NCAP-inspired database ranks vehicles on NOx emissions
Fleets and policymakers can now access at-a-glance information about vehicles’ NOx emissions in urban use, aimed at helping cities with poor air quality to meet legal limits as quickly as possible.
The AIR Index is an online database developed by a global alliance of academics and industry experts. It uses independently sourced test data to rank vehicles from A to E (dirtiest to cleanest) based on how much NOx they emit during on-road driving.
AIR co-founder Nick Molden said the database is designed to inform better procurement and city policy decisions based on richer data than provided by the Euro emission standards. Early results show some diesel vehicles now emit the same or less NOx than their petrol counterparts, and that some older models can be cleaner than new ones.
This data is hard to come by elsewhere. Manufacturers are working towards progressive Real Driving Emissions (RDE) targets, which compare on-road emissions to laboratory testing – RDE1-compliant vehicles can emit 2.1 times more NOx than the 80mg/km Euro 6 limit on the road, tightening to 1.5 times for RDE2. However, this is reported as a pass or fail, with no differentiation between cars which barely meet the 150mg/km RDE1 limit, and the best-performing diesels at 20mg/km.
The AIR Index uses independent data sourced using the CWA 17379 methodology, which means it can provide a legal framework for policies. Tests are carried out using the same equipment and calibration, but the 200 results available at launch encompass a much wider pool of vehicles – including older models, many of which haven’t been RDE tested.

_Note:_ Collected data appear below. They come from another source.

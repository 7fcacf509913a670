import { transformSync } from 'esbuild';
import ts from 'typescript';
import { extension } from './source-text';
import { splitOutside } from './formula';

/**
 * Runs fixture code with numbers. Only tests do this: the product reads code and never runs it.
 */
export interface Claimed {
  readonly left: string;
  readonly op: '=' | '+=' | '-=';
}

/** Values of `symbols` in; the values of the claims' left sides out, increments as differences. */
export type Run = (symbols: ReadonlyMap<string, number>) => number[];

/** A name in a run line: `th''` is `th_2`. */
const primed = (code: string): string =>
  code.replace(/([\p{L}_][\p{L}\p{N}_]*)('+)/gu, (_, name: string, primes: string) => `${name}_${primes.length}`);

export function compileRun(
  file: string,
  text: string,
  lines: readonly string[],
  claims: readonly Claimed[],
  symbols: readonly string[],
  constants: ReadonlySet<string>,
  others: ReadonlyMap<string, string> = new Map(),
): Run {
  const source = extension(file) === 'html' ? scriptsOf(text) : text;
  const setup = lines.slice(0, -1).join('\n');
  const call = lines.at(-1)!.replace(/;\s*$/, '').replace(/^return /, '');
  const declared = new Set([...setup.matchAll(/\b(?:const|let|var)\s+(\w+|\{[^}]*\}|\[[^\]]*\])/g)].flatMap((m) => m[1]!.match(/\w+/g) ?? []));
  const roots = claims.map((c) => rootsOf(c.left)).flat();
  const probes = new Set(roots.filter((name) => name !== 'return' && name !== 'this' && !declared.has(name)));
  const module = toCommonJs(file, prepare(source, probes, constants));
  const left = (code: string): string => {
    const inner = code.replace(/\breturn\b/g, '__result').replace(/\bthis\b/g, 'self');
    return [...probes].reduce((c, p) => c.replace(new RegExp(`(?<![.\\p{L}\\p{N}_])${p}(?![\\p{L}\\p{N}_])`, 'gu'), `__get(${JSON.stringify(p)}, () => ${p})`), inner);
  };
  const values = `[${claims.map((c) => left(primed(c.left))).join(', ')}]`;
  const before = `[${claims.map((c) => (c.op === '=' ? '0' : left(primed(c.left)))).join(', ')}]`;
  const names = symbols.map(primed);
  const body = `
    const exports = {}, module = { exports }, require = __require, React = { createElement: () => null };
    const __seen = Object.create(null);
    const __get = (name, other) => (name in __seen ? __seen[name] : other());
    ${module}
    return (function (${names.join(', ')}) {
      let __result;
      ${primed(setup)}
      const __before = ${before};
      __result = (${primed(call)});
      return ${values}.map((v, i) => v - __before[i]);
    })(${names.map((_, i) => `__values[${i}]`).join(', ')});`;
  let compiled: (values: readonly number[], known: (name: string) => number, load: (from: string) => unknown) => number[];
  try {
    compiled = new Function('__values', '__known', '__require', body) as typeof compiled;
  } catch (error) {
    throw new Error(`${file}: the run lines do not compile: ${String(error)}`, { cause: error });
  }
  return (given) => compiled(symbols.map((s) => given.get(s)!), (name) => given.get(name)!, (from) => load(from, file, others));
}

function toCommonJs(file: string, source: string): string {
  return transformSync(source, { loader: file.endsWith('x') ? 'tsx' : 'ts', format: 'cjs', target: 'es2022' }).code;
}

/** What an import of a file beside the fixture gives; nothing for packages. */
function load(from: string, importer: string, others: ReadonlyMap<string, string>): unknown {
  const path = new URL(from, `file:///${importer}`).pathname.slice(1);
  const file = ['', '.ts', '.js', '.mjs', '/index.ts'].map((end) => path + end).find((name) => others.has(name));
  const exports = {};
  if (!from.startsWith('.') || !file) return exports;
  const module = { exports };
  const body = toCommonJs(file, others.get(file)!);
  new Function('exports', 'module', 'require', body)(exports, module, (next: string) => load(next, file, others));
  return module.exports;
}

/** `a[1]` and `2*b - x''`: the names a claim's left side starts its paths with, the declared symbols among them. */
function rootsOf(left: string): string[] {
  return [...left.matchAll(/(?<![.\p{L}\p{N}_])([\p{L}_$][\p{L}\p{N}_$]*)(?!['\p{L}\p{N}_(])/gu)].map((m) => m[1]!);
}

function scriptsOf(html: string): string {
  return [...html.matchAll(/<script[^>]*>([\s\S]*?)<\/script>/g)].map((m) => m[1]!).join('\n');
}

/** Literals of declared constants give way to drawn numbers, and watched locals are recorded where they are assigned. */
function prepare(text: string, probes: ReadonlySet<string>, constants: ReadonlySet<string>): string {
  const tree = ts.createSourceFile('module.tsx', text, ts.ScriptTarget.ES2022, true, ts.ScriptKind.TSX);
  const edits: { at: number; end: number; text: string }[] = [];
  const visit = (node: ts.Node): void => {
    if (ts.isVariableDeclaration(node) || ts.isPropertyDeclaration(node) || ts.isPropertyAssignment(node)) {
      const name = node.name.getText(tree);
      if (constants.has(name) && node.initializer && ts.isNumericLiteral(node.initializer)) {
        edits.push({ at: node.initializer.getStart(tree), end: node.initializer.end, text: `__known(${JSON.stringify(name)})` });
      }
    }
    if (insideFunction(node)) for (const name of assigned(node, tree)) {
      if (probes.has(name)) edits.push({ at: node.end, end: node.end, text: `; __seen[${JSON.stringify(name)}] = ${name};` });
    }
    ts.forEachChild(node, visit);
  };
  visit(tree);
  edits.sort((a, b) => b.at - a.at);
  return edits.reduce((out, e) => out.slice(0, e.at) + e.text + out.slice(e.end), text);
}

function insideFunction(node: ts.Node): boolean {
  for (let p: ts.Node | undefined = node.parent; p; p = p.parent) if (ts.isFunctionLike(p)) return true;
  return false;
}

function assigned(node: ts.Node, tree: ts.SourceFile): string[] {
  if (ts.isVariableStatement(node)) {
    return node.declarationList.declarations.flatMap((d) =>
      d.initializer ? (d.name.getText(tree).match(/[\p{L}_$][\p{L}\p{N}_$]*/gu) ?? []) : [],
    );
  }
  if (ts.isExpressionStatement(node) && ts.isBinaryExpression(node.expression) && ts.isBlock(node.parent)) {
    const { left, operatorToken } = node.expression;
    if (/=$/.test(operatorToken.getText(tree)) && ts.isIdentifier(left)) return [left.text];
    if (ts.isArrayLiteralExpression(left)) return splitOutside(left.getText(tree).slice(1, -1), ',');
  }
  return [];
}
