/**
 * Numbers out of formulas, by a parser of its own: the tests' judge of the product must not share the product's code.
 */
export type Value = number | readonly number[];

export interface Scope {
  /** The value of `name` with `order` primes. */
  lookup(name: string, order: number): Value;
  /** Time derivative of a formula. */
  rate(of: Evaluate): Value;
  /** `p[q]` and the like. */
  indexed?(name: string, index: string): Value | undefined;
}

export type Evaluate = (scope: Scope) => Value;

export function num(v: Value): number {
  if (typeof v !== 'number') throw new Error('a vector where a number was expected');
  return v;
}

export function vec(v: Value): readonly number[] {
  if (typeof v === 'number') throw new Error('a number where a vector was expected');
  return v;
}

const each = (a: Value, b: Value, f: (x: number, y: number) => number): Value => {
  if (typeof a === 'number' && typeof b === 'number') return f(a, b);
  if (typeof a === 'number') return vec(b).map((y) => f(a, y));
  if (typeof b === 'number') return a.map((x) => f(x, b));
  if (a.length !== b.length) throw new Error('vectors of different length');
  return a.map((x, i) => f(x, b[i]!));
};

const dot = (a: Value, b: Value): number => vec(each(a, b, (x, y) => x * y)).reduce((s, x) => s + x, 0);

const FUNCTIONS: Record<string, (...a: Value[]) => Value> = {
  dot: (a, b) => dot(a!, b!),
  norm: (a) => Math.sqrt(dot(a!, a!)),
  cross: (a, b) => {
    const [x, y, z] = vec(a!) as number[];
    const [u, v, w] = vec(b!) as number[];
    if (z === undefined || w === undefined) return x! * v! - y! * u!;
    return [y! * w - z * v!, z * u! - x! * w, x! * v! - y! * u!];
  },
};
for (const name of ['sin', 'cos', 'tan', 'asin', 'acos', 'atan', 'atan2', 'sinh', 'cosh', 'tanh', 'exp', 'log', 'sqrt', 'abs', 'sign', 'min', 'max']) {
  FUNCTIONS[name] = (...a) => (Math[name as 'atan2'] as (...x: number[]) => number)(...a.map(num));
}

type Token = { kind: 'number' | 'name' | 'mark' | 'end'; text: string; at: number };

function tokenize(text: string): Token[] {
  const tokens: Token[] = [];
  const pattern = /\s*(?:(\d+\.?\d*(?:e[+-]?\d+)?|\.\d+)|([\p{L}_][\p{L}\p{N}_]*)|(\*\*|'|[-+*/^(),.[\]]))/uy;
  while (pattern.lastIndex < text.trimEnd().length) {
    const at = pattern.lastIndex;
    const m = pattern.exec(text);
    if (!m) throw new Error(`cannot read "${text.slice(at)}" in "${text}"`);
    if (m[1]) tokens.push({ kind: 'number', text: m[1], at });
    else if (m[2]) tokens.push({ kind: 'name', text: m[2], at });
    else tokens.push({ kind: 'mark', text: m[3]!, at });
  }
  tokens.push({ kind: 'end', text: '', at: text.length });
  return tokens;
}

export function parseFormula(text: string): Evaluate {
  const tokens = tokenize(text);
  let i = 0;
  const is = (mark: string): boolean => tokens[i]!.kind === 'mark' && tokens[i]!.text === mark;
  const accept = (mark: string): boolean => is(mark) && (i++, true);
  const need = (mark: string): void => {
    if (!accept(mark)) throw new Error(`"${mark}" expected at "${text.slice(tokens[i]!.at)}" in "${text}"`);
  };
  const list = (close: string): Evaluate[] => {
    const items: Evaluate[] = [];
    while (!accept(close)) {
      items.push(sum());
      if (!is(close)) need(',');
    }
    return items;
  };
  const sum = (): Evaluate => {
    let left = product();
    for (;;) {
      const l = left;
      if (accept('+')) {
        const r = product();
        left = (s) => each(l(s), r(s), (x, y) => x + y);
      } else if (accept('-')) {
        const r = product();
        left = (s) => each(l(s), r(s), (x, y) => x - y);
      } else return left;
    }
  };
  const product = (): Evaluate => {
    let left = sign();
    for (;;) {
      const l = left;
      if (accept('*')) {
        const r = sign();
        left = (s) => each(l(s), r(s), (x, y) => x * y);
      } else if (accept('/')) {
        const r = sign();
        left = (s) => each(l(s), r(s), (x, y) => x / y);
      } else return left;
    }
  };
  const sign = (): Evaluate => {
    if (accept('-')) {
      const a = sign();
      return (s) => each(-1, a(s), (x, y) => x * y);
    }
    return accept('+') ? sign() : power();
  };
  const power = (): Evaluate => {
    const base = postfix();
    if (!accept('^') && !accept('**')) return base;
    const exponent = sign();
    return (s) => Math.pow(num(base(s)), num(exponent(s)));
  };
  const postfix = (): Evaluate => {
    let value = atom();
    for (;;) {
      const inner = value;
      if (accept("'")) value = (s) => s.rate(inner);
      else if (accept('[')) {
        const at = sum();
        need(']');
        value = (s) => vec(inner(s))[num(at(s)) - 1] ?? NaN;
      } else if (accept('.')) {
        const axis = 'xyz'.indexOf(tokens[i++]!.text);
        value = (s) => vec(inner(s))[axis] ?? NaN;
      } else return value;
    }
  };
  const atom = (): Evaluate => {
    const token = tokens[i++]!;
    if (token.kind === 'number') return () => Number(token.text);
    if (token.kind === 'name') {
      if (FUNCTIONS[token.text] && accept('(')) {
        const args = list(')');
        return (s) => FUNCTIONS[token.text]!(...args.map((a) => a(s)));
      }
      if (token.text === 'p' && is('[')) {
        const name = tokens[i + 1]!.text;
        i += 2;
        need(']');
        return (s) => s.indexed?.('p', name) ?? NaN;
      }
      let order = 0;
      while (accept("'")) order++;
      return (s) => s.lookup(token.text, order);
    }
    if (token.text === '(') {
      const items = list(')');
      return items.length === 1 ? items[0]! : (s) => items.map((a) => num(a(s)));
    }
    if (token.text === '[') {
      const items = list(']');
      return (s) => items.map((a) => num(a(s)));
    }
    throw new Error(`cannot read "${text.slice(token.at)}" in "${text}"`);
  };
  const formula = sum();
  if (tokens[i]!.kind !== 'end') throw new Error(`cannot read "${text.slice(tokens[i]!.at)}" in "${text}"`);
  return formula;
}

/** Splits at separators outside all brackets. */
export function splitOutside(text: string, separator: string): string[] {
  const parts: string[] = [];
  let depth = 0;
  let from = 0;
  for (let i = 0; i < text.length; i++) {
    if ('([{'.includes(text[i]!)) depth++;
    else if (')]}'.includes(text[i]!)) depth--;
    else if (depth === 0 && text[i] === separator) {
      parts.push(text.slice(from, i).trim());
      from = i + 1;
    }
  }
  parts.push(text.slice(from).trim());
  return parts.filter((p) => p !== '');
}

With many cities across Europe still not meeting 2010 NOx limits and insufficient short-term supply of electric vehicles to help bring those areas into compliance, Molden said this level of detail is vital to underpin fairer policymaking and minimise the number of end-users affected. Versions of the website will be launched in all European languages.
“There are about 40 million diesels on the roads in Europe which have excessive NOx emissions, and about eight million of those are in the UK. The urgent thing is to get vehicles rated D or E off the road as soon as possible. If we can do that then I think we will bring all European cities into NO2 compliance very quickly,” he explained.
BVRLA chief executive Gerry Keaney welcomed the launch, commenting: “This is a win-win solution for fleet owners and policymakers, offering independent guidance to select the cleanest vehicles which will improve air quality now. The Index should not be used to create retrospective air quality policies that would punish fleets for vehicle choices they have already made based on less accurate NOx data.”